EU.R.E.S.Femminicidi in aumento, al nord e in famiglia, l"incremento è significativo nell'ultimo decennio: le donne uccise sono passate dal 15,3% del totale nel periodo 1992-'94 al 23,8% del biennio 2007-2008. Secondo il rapporto Eures-Ansa su "L'omicidio volontario in Italia" resta una "forte prevalenza delle vittime di sesso maschile" (che nell'ultimo biennio in esame rappresentano il 76,2% del totale), ma l'aumento dei femminicidi é un dato di fatto "riconducibile - si legge nella ricerca - al decremento degli omicidi della criminalità organizzata (che colpisce quasi esclusivamente gli uomini) accompagnato da una progressiva maggiore incidenza dei delitti in famiglia (all'interno dei quali le principali vittime sono donne)".
Nel 2008, la vittima è una donna in un caso su 4 (il 24,1%. Ma, in percentuale, l'anno peggiore dell'ultimo decennio è stato il 2006: le donne uccise furono 181, pari al 29,4%). Ed è il Nord, "dove sono più frequenti gli omicidi in famiglia", a registrare la quota prevalente delle vittime di sesso femminile - 70, pari al 47,6% delle 147 uccise nel 2008 in Italia - a fronte del 29,9% al Sud (44 vittime) e del 22,4% al Centro (33 vittime). Al Sud la distribuzione delle vittime vede prevalere nel 2008 gli uomini sulle donne di oltre 70 punti percentuali (attestandosi i primi all'86,3% e al 13,8% le seconde), ma lo scarto di genere si riduce significativamente al Centro (66% le vittime uomini e 34% donne) e al Nord (rispettivamente 63,9% e 36,1%).
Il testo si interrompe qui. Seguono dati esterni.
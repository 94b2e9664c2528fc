package cryst

import "math"

// Vessel is the equipment chosen for one pass.
type Vessel struct {
	Volume  float64 // nominal volume, m³
	Reactor bool    // a jacketed reactor rather than a flask
	Batches int     // batches run one after another to process the pass
	Fill    float64 // share of the nominal volume each batch fills
}

// ChooseVessel picks the smallest vessel whose working volume (nominal
// volume × fill limit) holds the batch liquid, trying the flasks first and
// then the reactors (each list ascending). Above the largest vessel the
// pass is split into the fewest equal batches that fit the largest one.
// With no vessels at all it returns a zero Vessel.
func ChooseVessel(liquid float64, flasks, reactors []float64, flaskFill, reactorFill float64) Vessel {
	for _, v := range flasks {
		if v*flaskFill >= liquid {
			return Vessel{Volume: v, Batches: 1, Fill: liquid / v}
		}
	}
	for _, v := range reactors {
		if v*reactorFill >= liquid {
			return Vessel{Volume: v, Reactor: true, Batches: 1, Fill: liquid / v}
		}
	}
	var out Vessel
	switch {
	case len(reactors) > 0:
		out = Vessel{Volume: reactors[len(reactors)-1], Reactor: true}
		out.Batches = int(math.Ceil(liquid / (out.Volume * reactorFill) * (1 - 1e-12)))
	case len(flasks) > 0:
		out = Vessel{Volume: flasks[len(flasks)-1]}
		out.Batches = int(math.Ceil(liquid / (out.Volume * flaskFill) * (1 - 1e-12)))
	default:
		return Vessel{}
	}
	if out.Batches < 1 {
		out.Batches = 1
	}
	out.Fill = liquid / float64(out.Batches) / out.Volume
	return out
}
Disaggregando i dati a livello regionale, gli uomini registrano un numero di vittime superiore a quello delle donne in quasi tutte le regioni italiane: fanno eccezione soltanto l'Umbria e il Molise, in cui prevalgono nel 2008 le vittime di sesso femminile (5 a fronte di 2 vittime tra gli uomini in Umbria e 2 contro nessuna vittima tra gli uomini in Molise). La regione che detiene il triste record dei femminicidi è la Lombardia (26, pari al 17,7% del totale), seguita dalla Toscana (15, pari al 10,2%), dalla Puglia (14, pari al 9,5%) e dall'Emilia Romagna (12 femminicidi, pari all'8,2%). In termini relativi sono però la Liguria, il Molise e l'Umbria a registrare il rischio più alto, rispettivamente con un indice di 1,3, 1,2 e 1,1 omicidi ogni 100 mila donne (la media nazionale è di 0,5 omicidi ogni 100 mila donne).
Riguardo all'ambito in cui si è consumato l'omicidio, il rapporto Eures-Ansa evidenzia che il 70,7% dei femminicidi è stato compiuto nel 2008 all'interno di contesti familiari (104 donne uccise, a fronte di 67 uomini), segnando tuttavia un leggero calo rispetto al 74% del 2006.

La sintesi

Il Rapporto EU.R.E.S.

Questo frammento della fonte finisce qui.